Die Geschichte des traditionsreichen Familienunternehmens geht auf das Jahr 1912 zurück, als Erwin Hager die Zahnbohrerfabrik Hager & Meisinger in Düsseldorf gründete. Nachdem einige Jahre später die Firma von der Familie Meisinger komplett übernommen wurde, gründete Erwin Hager 1927 das Dentaldepot Hager Dental in Duisburg. Später bauten sein Sohn Edgar und nachfolgend Jan und Jochen Odermann die Firma zu einem deutschlandweit führenden Dentalhandelsunternehmen mit Niederlassungen in Duisburg, Dortmund, Düsseldorf, Köln und Neuwied aus.
1946 gründete Edgar Hager die Firma Hager & Werken als Tochterunternehmen des Depots mit dem Ziel, spezielle Dentalprodukte herzustellen und über den Fachhandel zu vertreiben.

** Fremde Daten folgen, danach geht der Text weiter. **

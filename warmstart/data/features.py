"""Which columns a model and a profile see: identifier columns left out, dates written as text read as days."""
from __future__ import annotations

import re
import warnings
from typing import NamedTuple

import numpy as np
import pandas as pd
from pandas.api import types as ptypes
from pandas.tseries.api import guess_datetime_format

from warmstart.data.read import TableError, column_not_found

__all__ = ["EPOCH", "ID_WORDS", "TIME_WORDS", "FeatureFrame", "feature_frame", "suspect_columns"]


#: last words of a column name that say it identifies rows ("booking_id", "customerID", "order_no", "case")
ID_WORDS = frozenset({
    "id", "ids", "uuid", "guid", "key", "index", "idx", "no", "nr", "num", "number", "serial", "rownames",
    "rowname", "rownum", "rowid", "case", "obs", "subject", "patient", "participant", "respondent",
})
#: whole names too vague alone ("number" of survivors, "num" as a heart-disease grade)
_VAGUE_ALONE = frozenset({"number", "num"})
#: last words of a column name that say it counts time or steps: a column running 1, 2, 3 ... in row
#: order under such a name ("t", "day_of_year", "age") is a time index, a feature, not a row number
TIME_WORDS = frozenset({
    "t", "time", "date", "period", "step", "second", "seconds", "minute", "minutes", "hour", "hours", "day",
    "days", "week", "weeks", "month", "months", "quarter", "year", "years", "age",
})
#: whole names that identify rows ("Unnamed: 0" is how pandas reads an index column another tool wrote)
_ID_NAMES = re.compile(r"row|row[ _.]?names?|row[ _.]?numbers?|unnamed: ?\d+|\.\.\.\d+", re.IGNORECASE)
_WORDS = re.compile(r"[A-Z]+(?![a-z])|[A-Z]?[a-z]+|\d+")
_MONTH = r"(?:jan|feb|mar|apr|may|jun|jul|aug|sep|sept|oct|nov|dec)[a-z]*\.?"
_TIME = r"(?:[T ]\d{1,2}:\d{2}(?::\d{2}(?:[.,]\d+)?)?\s*(?:Z|UTC|[+-]\d{2}:?\d{2})?)?"
#: text that a person would call a date, optionally with a time of day: 2024-03-05, 2024/3/5, 2024-03,
#: 05.03.2024, 3/5/24, 03/2024, 5 Mar 2024, 5-Mar-24, March 5, 2024, 2024 Mar, 2024 Q1, 2024 W09
_DATE_TEXT = re.compile(
    r"\s*(?:\d{4}([-/.])\d{1,2}\1\d{1,2}|\d{4}[-/]\d{1,2}|\d{1,2}([-/.])\d{1,2}\2(?:\d{4}|\d{2})|\d{1,2}[-/]\d{4}"
    rf"|\d{{1,2}}[- ]{_MONTH}[-, ]*(?:\d{{4}}|\d{{2}})|{_MONTH} \d{{1,2}},? \d{{4}}|\d{{4}} {_MONTH}"
    rf"|\d{{4}} ?-? ?[QW]\d{{1,2}}){_TIME}\s*",
    re.IGNORECASE,
)
_QUARTER = re.compile(r"^\s*(\d{4}) ?-? ?Q([1-4])\s*$", re.IGNORECASE)
_WEEK = re.compile(r"^\s*(\d{4}) ?-? ?W(\d{1,2})\s*$", re.IGNORECASE)
_DAY_MONTH = re.compile(r"^\s*(\d{1,2})[-/.](\d{1,2})[-/.]\d{2,4}")
_DATE_SAMPLE = 50  # values, spread over the column, that must all read as dates
#: days are counted from this instant (UTC); text without a time zone is read as UTC
EPOCH = pd.Timestamp("1970-01-01", tz="UTC")


class FeatureFrame(NamedTuple):
    """What :func:`feature_frame` returns: the feature table and what was done.

    Attributes
    ----------
    frame : pandas.DataFrame
        The table a profile or a learner should see (target included).
    notes : dict of str to str
        ``{column: what was done and why}`` for every column left out or
        converted; empty when the table was used as it is.
    """

    frame: pd.DataFrame
    notes: dict[str, str]


def _last_word(name: str) -> str:
    words = _WORDS.findall(str(name))
    return words[-1].lower() if words else ""


def _looks_like_id_name(name: str) -> bool:
    name = str(name).strip()
    if _ID_NAMES.fullmatch(name):
        return True
    if name.lower() in _VAGUE_ALONE:
        return False
    return _last_word(name) in ID_WORDS


def _is_text(col: pd.Series) -> bool:
    return not (ptypes.is_bool_dtype(col) or ptypes.is_numeric_dtype(col) or ptypes.is_datetime64_any_dtype(col)
                or ptypes.is_timedelta64_dtype(col))


def _spread_sample(values: pd.Series, size: int) -> pd.Series:
    """Up to ``size`` values spread evenly over the column (first and last included)."""
    if len(values) <= size:
        return values
    return values.iloc[np.unique(np.linspace(0, len(values) - 1, size).round().astype(np.int64))]


def _judge(name: str, col: pd.Series, min_rows: int) -> tuple[str, str] | None:
    """``("identifier" | "date", reason)`` for a column that is probably not a
    feature as it is written, else None."""
    values = col.dropna()
    n = len(values)
    if n < min_rows or ptypes.is_bool_dtype(values):
        return None
    if ptypes.is_numeric_dtype(values):
        if ptypes.is_complex_dtype(values):
            return None
        numbers = values.to_numpy(dtype=float)
        if not (np.all(np.isfinite(numbers)) and np.all(numbers == np.round(numbers))):
            return None  # fractions (or infinities) are measurements, never identifiers
        first = numbers[0]
        if n == len(col) and first in (0.0, 1.0) and _last_word(name) not in TIME_WORDS:
            if np.array_equal(numbers, first + np.arange(n)):
                return "identifier", f"a row number ({first:.0f}, {first + 1:.0f}, ... {numbers[-1]:.0f} in row order)"
        if _looks_like_id_name(name) and values.is_unique:
            return "identifier", "an identifier (a different whole number on every row, under an identifier's name)"
        return None
    if not _is_text(values):
        return None
    text = values.astype(str)
    sample = _spread_sample(text, _DATE_SAMPLE)
    if sample.str.fullmatch(_DATE_TEXT).all() and _to_days(sample)[0].notna().all():
        return "date", "dates written as text"
    if text.is_unique:
        return "identifier", "an identifier (text with a different value on every row)"
    return None


def _to_days(text: pd.Series) -> tuple[pd.Series, str]:
    """Days since 1970-01-01 (UTC) of date text, NaN where a value does not
    parse, and how day and month were ordered ("" when no value says).

    When values spread over the column are ISO 8601 the column is read as
    ISO 8601 first (one vectorised pass); the rest is read with the format
    guessed from its first value, then value by value. Day and month are
    ordered as the values show (a first number above 12 means day first),
    else month first. Two-digit years follow ``strptime``: 69-99 are 19xx,
    00-68 are 20xx.
    """
    text = text.astype(str).str.strip()
    with warnings.catch_warnings():
        warnings.simplefilter("ignore")  # pandas warns when it falls back to parsing value by value
        sample = _spread_sample(text, _DATE_SAMPLE)
        if pd.to_datetime(sample, errors="coerce", format="ISO8601", utc=True).notna().any():
            parsed = pd.to_datetime(text, errors="coerce", format="ISO8601", utc=True)
            rest = parsed.isna()
            if not rest.any():
                return (parsed - EPOCH) / pd.Timedelta(days=1), ""
        else:
            parsed = pd.Series(pd.NaT, index=text.index, dtype="datetime64[ns, UTC]")
            rest = pd.Series(True, index=text.index)
        other = _calendar_periods(text[rest])
        # a spread sample tells the order of day and month (a regex over every value costs seconds per million)
        parts = _spread_sample(other, 10_000).str.extract(_DAY_MONTH).astype(float)
        dayfirst = bool((parts[0] > 12).any())
        order = ""
        if parts[0].notna().any():
            if dayfirst:
                order = "day first"
            elif (parts[1] > 12).any():
                order = "month first"
            else:
                order = "month first (no value had a day above 12, so day and month could be either way)"
        guessed = guess_datetime_format(other.iloc[0], dayfirst=dayfirst)
        more = pd.to_datetime(other, errors="coerce", format=guessed, utc=True) if guessed else None
        if more is None or more.isna().any():
            left = other if more is None else other[more.isna()]
            mixed = pd.to_datetime(left, errors="coerce", format="mixed", dayfirst=dayfirst, utc=True)
            more = mixed if more is None else more.fillna(mixed)
        parsed[rest] = more
    return (parsed - EPOCH) / pd.Timedelta(days=1), order


def _calendar_periods(text: pd.Series) -> pd.Series:
    """Quarters ("2024 Q2") and ISO weeks ("2024 W09") as the date they start on."""
    if not _spread_sample(text, _DATE_SAMPLE).str.contains(r"\d\s*-?\s*[QqWw]\d", regex=True).any():
        return text  # a full regex pass costs seconds per million values
    quarter, week = text.str.extract(_QUARTER), text.str.extract(_WEEK)
    if quarter[0].notna().any():  # the quarter's first day
        months = (quarter[1].astype(float) * 3 - 2).map("{:.0f}".format, na_action="ignore")
        text = text.mask(quarter[0].notna(), quarter[0] + "-" + months.str.zfill(2) + "-01")
    if week[0].notna().any():  # Monday of the ISO week
        monday = pd.to_datetime(week[0] + "-W" + week[1].str.zfill(2) + "-1", format="%G-W%V-%u", errors="coerce")
        text = text.mask(week[0].notna(), monday.dt.strftime("%Y-%m-%d"))
    return text


def suspect_columns(frame: pd.DataFrame, exclude=(), min_rows: int = 20) -> dict[str, str]:
    """Feature columns that are probably not features as written: row
    identifiers and dates stored as text.

    Parameters
    ----------
    frame : pandas.DataFrame
    exclude : iterable of str
        Columns not to look at (the target, columns to keep).
    min_rows : int, default 20
        Below this many non-missing values nothing is flagged (in a tiny table
        every column can look like an identifier).

    Returns
    -------
    dict
        ``{column: reason}``, the reason starting with "a row number",
        "an identifier" or "dates written as text". The rules:

        - a *row number*: whole numbers 0, 1, 2 ... or 1, 2, 3 ... in row
          order with none missing, unless the name's last word is a unit of
          time or order (:data:`TIME_WORDS`: ``t``, ``day_of_year``,
          ``age`` ...: a time index is a feature);
        - an *identifier*: text with a different value on every row, or
          whole numbers with a different value on every row (in any order)
          under an identifier's name: its last word is one of
          :data:`ID_WORDS` (``booking_id``, ``customerID``, ``order_no``,
          ``case``), or it is ``row``/``rownames``/``Unnamed: 0``;
        - *dates written as text*: text where each of 50 values spread over
          the column looks like a date (2024-03-05, 5/3/2024, 5 Mar 2024,
          2024 Q1 ..., optionally with a time) and parses as one.

        So whole numbers rising on every row are kept (a ``year`` column
        of a time series is a feature), and so is a shuffled 1..n under
        another name (ranks are features). Numbers with a fractional part,
        booleans and datetime columns are never flagged.

    Examples
    --------
    >>> frame = pd.DataFrame({"line": range(1, 31), "year": range(1951, 1981), "y": [0, 1] * 15})
    >>> suspect_columns(frame, exclude=["y"])
    {'line': 'a row number (1, 2, ... 30 in row order)'}
    """
    out: dict[str, str] = {}
    skip = set(exclude)
    for j, name in enumerate(frame.columns):
        if name in skip:
            continue
        verdict = _judge(str(name), frame.iloc[:, j], min_rows)
        if verdict is not None:
            out[str(name)] = verdict[1]
    return out


def feature_frame(frame: pd.DataFrame, target: str, keep=(), min_rows: int = 20) -> FeatureFrame:
    """The table a profile or a learner should see: identifier columns left
    out, dates written as text turned into numbers.

    Parameters
    ----------
    frame : pandas.DataFrame
        The table as read, target included.
    target : str
        Target column; it is never looked at or changed.
    keep : iterable of str, default ()
        Columns to leave exactly as they are, whatever they look like.
    min_rows : int, default 20
        Tables with fewer non-missing values in a column leave it alone
        (see :func:`suspect_columns`).

    Returns
    -------
    FeatureFrame
        ``(frame, notes)``. ``frame`` has the columns of the input in their
        order, without the identifier columns of :func:`suspect_columns`,
        and with each column of dates written as text replaced by a float
        column of days since 1970-01-01 (UTC; text without a time zone is
        read as UTC; NaN where a value does not parse). The input itself is
        returned when nothing changes, and is never modified. ``notes`` maps
        each column left out or converted to a sentence saying what was done
        and why.

    Raises
    ------
    TableError
        When ``target`` or a column named in ``keep`` is not in the table
        (the message suggests the close name).

    Examples
    --------
    >>> frame = pd.DataFrame({"booking_id": range(500, 530), "day": ["2024-03-05"] * 30,
    ...                       "nights": [1, 2, 3] * 10, "late": [0, 1] * 15})
    >>> table, notes = feature_frame(frame, target="late")
    >>> list(table.columns), float(table["day"].iloc[0])
    (['day', 'nights', 'late'], 19787.0)
    >>> print(notes["booking_id"])
    left out: looks like an identifier (a different whole number on every row, under an identifier's name)
    """
    labels = list(frame.columns)
    if target not in labels:
        raise TableError(column_not_found(target, labels))
    keep = [keep] if isinstance(keep, str) else list(keep)
    for name in keep:
        if name not in labels:
            raise TableError(column_not_found(name, labels, what="column to keep"))
    skip = {target, *keep}
    notes: dict[str, str] = {}
    drop: list[int] = []
    dates: dict[int, pd.Series] = {}
    for j, label in enumerate(labels):
        if label in skip:
            continue
        name = str(label)
        col = frame.iloc[:, j]
        verdict = _judge(name, col, min_rows)
        if verdict is None:
            continue
        what, why = verdict
        if what == "identifier":
            drop.append(j)
            notes[name] = f"left out: looks like {why}"
            continue
        dates[j], notes[name] = _as_days(col, why)
    if not notes:
        return FeatureFrame(frame, notes)
    out = frame.copy(deep=False)
    for j, days in dates.items():
        out.isetitem(j, days.astype(float))
    if drop:
        out = out.iloc[:, [j for j in range(len(labels)) if j not in set(drop)]]
    return FeatureFrame(out, notes)


def _as_days(col: pd.Series, why: str) -> tuple[pd.Series, str]:
    """A date column as days since 1970-01-01 (missing where a value did not parse), and its note."""
    present = col.notna()
    days, order = _to_days(col[present])
    failed = int(days.isna().sum())
    note = f"converted to days since 1970-01-01: {why}"
    if order:
        note += f", read {order}"
    if failed:
        note += f"; {failed} value(s) did not parse as dates and are missing"
    return days.reindex(col.index), note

Seine Frau Lilo spielte bei der Gründung allerdings eine Schlüsselrolle. „Die Firma war quasi eine Nebenbeschäftigung meiner Mutter, die sich als Tennisspielerin einen Namen gemacht hatte“, erzählt Michael Hager. „Meine Mutter war eine kluge Frau, die zum richtigen Zeitpunkt mit den richtigen Leuten Tennis gespielt hat“, schmunzelt er.
1963 übernahm Michael Hager die Firma und setzte sich das Ziel, Hager & Werken als einen führenden Anbieter von Dentalspezialitäten zu etablieren. Und das mit Erfolg: Bei dem weltweit agierenden Unternehmen, das mit drei Mitarbeitern gegründet wurde, sind heute rund 140 Mitarbeiter tätig. Neben Duisburg als Stammsitz ist Hager & Werken mit eigenen Niederlassungen in den USA, in China, Polen, Frankreich, Spanien und Kroatien vertreten.
Ein motiviertes Team stehe neben zufriedenen Kunden ganz oben auf der Prioritätenliste. Erst vor Kurzem habe man zwei langjährige Mitarbeiterinnen gefeiert, die ein halbes Jahrhundert im Unternehmen gearbeitet und die Geburtsstunde der Einwegnadel mitbekommen haben. „Wir verstehen uns nach wie vor als Innovationsführer und werden auch in Zukunft unserem Werbeslogan treu bleiben“, sagt Patrick Hager, der seit 2009 in dritter Generation die Geschicke des Unternehmens lenkt. Immer „eine Idee besser“ zu sein, lautet sein Ziel.